- Promotional Poster
- Directed by: Fazil
- Written by: Fazil
- Produced by: Swargachitra Appachan
- Starring: Mammootty Suresh Gopi Sujitha Nadiya Moidu
- Cinematography: Anandakuttan
- Edited by: T. R. Sekhar
- Music by: Kannur Rajan
- Production company: Swargachitra
- Distributed by: Central Pictures
- Release date: 12 September 1986;
- Country: India
- Language: Malayalam

= Poovinu Puthiya Poonthennal =

Poovinnu Puthiya Poonthennal is a 1986 Indian Malayalam-language action thriller film written and directed by Fazil. It stars Mammootty and Suresh Gopi in the lead while Sujitha, Nadiya Moidu, Babu Antony, Thilakan, Lalu Alex, Maniyanpilla Raju, Sukumari and Siddique appear in supporting roles. The film was produced by Swargachitra Appachan under his banner Swargachitra. It revolves around a drunkard widower who helps a deaf and mute boy find the killers of his parents. The film features original songs composed by Kannur Rajan and cinematography by Anandakuttan.

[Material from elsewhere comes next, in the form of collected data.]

def _alt_units(unit, kind):
    """Other units of ``kind`` a value may have been written in: [(name, scale, offset)]."""
    own = U.to_si_map(unit, kind)
    seen = {own}
    out = []
    for u in UNIT_CHOICES.get(kind, []):
        try:
            m = U.to_si_map(u, kind)
        except U.UnitError:
            continue
        if any(abs(m[0] - s[0]) <= 1e-12 * abs(s[0]) and abs(m[1] - s[1]) <= 1e-9 for s in seen):
            continue
        seen.add(m)
        out.append((u, m[0], m[1]))
    return out


def _unit_hint(spec, k, value, lo, hi):
    """Text saying which unit would put ``value`` strictly between ``lo`` and ``hi`` (input
    unit of input ``k``), or ''."""
    inp = spec.inputs[k]
    kind = Q.INPUT_KIND[inp.quantity]
    for u, sc, off in _alt_units(inp.unit, kind):
        conv = ((value * sc + off) - inp.offset) / inp.scale
        if lo < conv < hi:
            return (f"; it would fit as {_fmt(value)} {u} = {_fmt(conv)} {inp.unit} "
                    f"(written in {u}?)")
    return ""


def _check_axis(source, spec, k, vals, lines, cols, integer, scale):
    """An input axis must increase and lie in the core's validity."""
    x = vals * (scale if integer else 1.0)
    for r in range(1, x.size):
        if x[r] > x[r - 1]:
            continue
        prev = x[r - 2] if r >= 2 else -np.inf
        nxt = x[r + 1] if r + 1 < x.size else np.inf
        # the row above may be the odd one (it sits above both neighbours), or this one
        hint = _unit_hint(spec, k, x[r - 1], prev, x[r]) if x[r] > prev else ""
        if hint:
            _err(source, lines[r - 1], cols[r - 1],
                 f"inputs must increase: {_fmt(x[r - 1])} is above the next row's "
                 f"{_fmt(x[r])}{hint}")
        hint = _unit_hint(spec, k, x[r], x[r - 1], nxt)
        what = (f"repeats the input of the row above ({_fmt(x[r])})" if x[r] == x[r - 1]
                else f"is not above the row above ({_fmt(x[r - 1])})")
        _err(source, lines[r], cols[r], f"inputs must increase: {_fmt(x[r])} {what}{hint}")
    for r in range(x.size):
        why = _invalid(spec, k, float(x[r]))
        if why:
            lo_n = x[r - 1] if r else -np.inf
            hi_n = x[r + 1] if r + 1 < x.size else np.inf
            _err(source, lines[r], cols[r], why + _unit_hint(spec, k, x[r], lo_n, hi_n))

The film was released on 12 September 1986 on Onam to critical acclaim. It was later remade into six other languages — in Tamil as Poovizhi Vasalile, in Telugu as Pasivadi Pranam, in Kannada as Aapadbandhava, in Hindi as Hatya, in Bangladeshi as Khotipuron and in Sinhalese as Veda Barinam Vedak Nehe - becoming the first Malayalam film to be remade into six different languages and only the second Indian film to do so after Anuraga Aralithu.

==Plot==

A deaf and mute boy witnesses his widowed mother being murdered by two men. Later, he escapes from them. Kiran is an alcoholic who is not able to recover from the tragic death of his family. Kiran finds the boy sleeping in the trash and adopts him, naming him Kittu, after his son. Soon he meets Neetha and become close friends without knowing that she is Kittu's aunt. Kittu recognizes his mother's murderer in a bar along with their boss. The police discovers the body of his mother and Neetha realizes it is her sister's son. Kiran kills the murderers and finally he also dies.

==Cast==
- Mammootty as Kiran
- Suresh Gopi as Suresh
- Sujitha as Benny / Kittu
- Nadiya Moidu as Neetha
- Thilakan as Chandrasekhara Menon, Neetha and Sathi's father
- Lalu Alex as Inspector Simon
- Babu Antony as Renji
- Maniyanpilla Raju as Alex
- Sukumari as Doctor (cameo)
- Jayalalita as Sathi/Annie, Benny's mother
- N. F. Varghese as Hamsa, a man disguised as Benny's father (cameo appearance)
- Mini Arun as Neha, lady disguised as Benny's mother
- Mini Jairaj as the singer young woman in the bar
- Siddique as Vipin, Man at Priest's place
- Ajith Kollam as Gunda
- John Varghese as priest

==Soundtrack==
The music was composed by Kannur Rajan with lyrics by Bichu Thirumala.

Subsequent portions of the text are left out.